■ Material to process
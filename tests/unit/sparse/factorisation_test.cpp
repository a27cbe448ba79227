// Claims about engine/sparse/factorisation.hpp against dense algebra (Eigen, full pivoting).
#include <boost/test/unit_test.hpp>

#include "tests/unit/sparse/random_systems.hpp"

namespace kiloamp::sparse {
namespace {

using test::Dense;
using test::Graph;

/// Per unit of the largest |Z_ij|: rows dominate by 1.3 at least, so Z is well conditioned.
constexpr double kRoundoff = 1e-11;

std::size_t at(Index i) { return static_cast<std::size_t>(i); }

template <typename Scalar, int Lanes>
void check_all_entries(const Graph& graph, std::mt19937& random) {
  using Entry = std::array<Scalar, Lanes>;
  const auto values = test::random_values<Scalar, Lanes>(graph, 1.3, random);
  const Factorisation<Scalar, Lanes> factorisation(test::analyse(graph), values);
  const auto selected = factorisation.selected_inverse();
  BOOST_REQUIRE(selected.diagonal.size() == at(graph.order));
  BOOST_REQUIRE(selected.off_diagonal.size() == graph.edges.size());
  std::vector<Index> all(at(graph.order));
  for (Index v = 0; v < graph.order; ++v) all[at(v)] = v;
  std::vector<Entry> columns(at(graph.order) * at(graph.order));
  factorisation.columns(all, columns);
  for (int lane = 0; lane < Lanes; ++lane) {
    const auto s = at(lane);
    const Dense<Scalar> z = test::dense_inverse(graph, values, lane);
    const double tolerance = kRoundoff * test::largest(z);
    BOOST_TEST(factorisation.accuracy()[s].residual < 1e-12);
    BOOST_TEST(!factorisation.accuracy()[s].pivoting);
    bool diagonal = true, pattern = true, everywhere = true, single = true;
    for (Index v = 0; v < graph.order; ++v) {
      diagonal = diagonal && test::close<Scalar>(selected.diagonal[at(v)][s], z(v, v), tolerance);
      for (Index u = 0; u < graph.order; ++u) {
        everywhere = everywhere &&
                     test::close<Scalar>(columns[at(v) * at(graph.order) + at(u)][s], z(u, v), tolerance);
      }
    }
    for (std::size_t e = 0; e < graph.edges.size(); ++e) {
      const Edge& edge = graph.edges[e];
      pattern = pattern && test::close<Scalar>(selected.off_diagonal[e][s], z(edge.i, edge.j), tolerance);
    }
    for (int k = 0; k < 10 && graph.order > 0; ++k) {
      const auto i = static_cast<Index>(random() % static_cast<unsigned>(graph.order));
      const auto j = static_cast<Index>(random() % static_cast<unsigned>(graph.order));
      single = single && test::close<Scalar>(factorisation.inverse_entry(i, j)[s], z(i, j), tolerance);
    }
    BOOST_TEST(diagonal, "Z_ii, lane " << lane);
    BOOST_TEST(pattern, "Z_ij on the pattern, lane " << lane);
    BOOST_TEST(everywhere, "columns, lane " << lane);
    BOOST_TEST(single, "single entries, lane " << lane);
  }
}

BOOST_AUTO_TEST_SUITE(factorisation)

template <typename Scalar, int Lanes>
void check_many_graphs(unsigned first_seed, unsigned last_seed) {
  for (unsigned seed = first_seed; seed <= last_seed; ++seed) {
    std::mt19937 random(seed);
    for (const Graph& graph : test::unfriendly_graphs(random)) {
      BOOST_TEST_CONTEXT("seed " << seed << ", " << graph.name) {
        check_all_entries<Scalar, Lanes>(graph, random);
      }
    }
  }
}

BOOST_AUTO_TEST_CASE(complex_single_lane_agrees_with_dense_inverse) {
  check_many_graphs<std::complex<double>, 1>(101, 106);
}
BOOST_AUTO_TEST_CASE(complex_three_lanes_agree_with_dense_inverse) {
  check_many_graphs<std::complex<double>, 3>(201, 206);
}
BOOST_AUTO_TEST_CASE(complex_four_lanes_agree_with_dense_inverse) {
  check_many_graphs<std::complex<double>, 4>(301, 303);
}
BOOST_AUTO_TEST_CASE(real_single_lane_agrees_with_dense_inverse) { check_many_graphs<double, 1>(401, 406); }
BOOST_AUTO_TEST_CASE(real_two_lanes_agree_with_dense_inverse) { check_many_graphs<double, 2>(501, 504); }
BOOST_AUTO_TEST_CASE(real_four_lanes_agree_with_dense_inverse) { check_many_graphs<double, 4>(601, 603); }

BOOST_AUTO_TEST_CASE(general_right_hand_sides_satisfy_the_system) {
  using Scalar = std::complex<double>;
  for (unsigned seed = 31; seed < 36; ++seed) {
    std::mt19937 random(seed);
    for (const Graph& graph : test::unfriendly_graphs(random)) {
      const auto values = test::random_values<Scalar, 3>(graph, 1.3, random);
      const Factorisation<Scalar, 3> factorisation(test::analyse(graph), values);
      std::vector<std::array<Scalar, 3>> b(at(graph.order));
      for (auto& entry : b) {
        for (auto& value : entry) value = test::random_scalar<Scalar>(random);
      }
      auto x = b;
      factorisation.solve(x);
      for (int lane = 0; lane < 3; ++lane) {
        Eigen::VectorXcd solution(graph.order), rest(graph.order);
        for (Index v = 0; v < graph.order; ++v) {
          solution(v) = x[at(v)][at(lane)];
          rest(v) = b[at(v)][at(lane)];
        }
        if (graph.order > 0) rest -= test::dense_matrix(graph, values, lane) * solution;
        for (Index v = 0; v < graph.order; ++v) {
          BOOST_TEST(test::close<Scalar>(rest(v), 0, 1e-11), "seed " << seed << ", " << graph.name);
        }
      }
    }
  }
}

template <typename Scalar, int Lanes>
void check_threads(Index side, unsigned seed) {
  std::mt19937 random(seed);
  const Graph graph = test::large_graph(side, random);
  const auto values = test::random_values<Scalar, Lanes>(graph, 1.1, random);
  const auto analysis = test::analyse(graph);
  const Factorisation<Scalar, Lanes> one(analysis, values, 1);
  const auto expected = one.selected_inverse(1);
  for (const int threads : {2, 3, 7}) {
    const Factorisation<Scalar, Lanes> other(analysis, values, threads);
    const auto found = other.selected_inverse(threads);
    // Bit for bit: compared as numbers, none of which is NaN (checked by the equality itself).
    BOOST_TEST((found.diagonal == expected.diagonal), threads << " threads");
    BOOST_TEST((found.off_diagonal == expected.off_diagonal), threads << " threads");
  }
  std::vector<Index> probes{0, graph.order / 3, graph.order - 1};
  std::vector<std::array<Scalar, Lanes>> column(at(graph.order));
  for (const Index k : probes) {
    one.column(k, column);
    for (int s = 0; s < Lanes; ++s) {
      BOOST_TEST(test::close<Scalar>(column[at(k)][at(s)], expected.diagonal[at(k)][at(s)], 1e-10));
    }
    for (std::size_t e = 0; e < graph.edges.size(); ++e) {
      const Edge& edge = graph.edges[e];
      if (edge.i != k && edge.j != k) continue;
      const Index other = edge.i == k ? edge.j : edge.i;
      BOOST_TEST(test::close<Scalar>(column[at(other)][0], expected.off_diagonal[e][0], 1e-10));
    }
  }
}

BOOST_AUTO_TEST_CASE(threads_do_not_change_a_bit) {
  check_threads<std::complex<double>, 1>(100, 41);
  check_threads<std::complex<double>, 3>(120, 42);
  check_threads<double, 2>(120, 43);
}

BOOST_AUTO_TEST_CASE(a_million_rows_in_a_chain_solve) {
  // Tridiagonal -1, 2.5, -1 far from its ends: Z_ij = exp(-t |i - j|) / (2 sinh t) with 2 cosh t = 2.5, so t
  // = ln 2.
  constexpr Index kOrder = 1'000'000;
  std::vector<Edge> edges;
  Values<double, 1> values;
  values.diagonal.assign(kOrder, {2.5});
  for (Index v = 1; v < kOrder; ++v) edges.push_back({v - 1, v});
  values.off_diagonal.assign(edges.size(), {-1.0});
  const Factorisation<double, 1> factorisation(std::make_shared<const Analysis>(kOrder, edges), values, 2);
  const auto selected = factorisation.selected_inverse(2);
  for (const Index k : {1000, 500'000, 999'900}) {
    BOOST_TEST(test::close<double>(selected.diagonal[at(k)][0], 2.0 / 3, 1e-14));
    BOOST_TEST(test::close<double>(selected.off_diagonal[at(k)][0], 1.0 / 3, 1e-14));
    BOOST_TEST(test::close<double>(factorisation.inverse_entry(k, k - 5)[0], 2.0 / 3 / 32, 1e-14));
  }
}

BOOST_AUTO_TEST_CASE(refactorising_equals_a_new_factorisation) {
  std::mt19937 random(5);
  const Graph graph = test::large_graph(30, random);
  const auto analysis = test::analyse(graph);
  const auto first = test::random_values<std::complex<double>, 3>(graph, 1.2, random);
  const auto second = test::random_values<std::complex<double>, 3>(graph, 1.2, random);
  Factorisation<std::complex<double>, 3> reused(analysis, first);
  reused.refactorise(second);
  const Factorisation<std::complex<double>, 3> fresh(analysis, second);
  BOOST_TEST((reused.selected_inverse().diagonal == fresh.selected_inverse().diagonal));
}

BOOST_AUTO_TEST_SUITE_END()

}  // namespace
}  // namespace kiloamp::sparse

■ Problem statement
Wherever the string "pattern" is found in the listing above, copy the line that contains it.

■ Task response
    bool diagonal = true, pattern = true, everywhere = true, single = true;
      pattern = pattern && test::close<Scalar>(selected.off_diagonal[e][s], z(edge.i, edge.j), tolerance);
    BOOST_TEST(pattern, "Z_ij on the pattern, lane " << lane);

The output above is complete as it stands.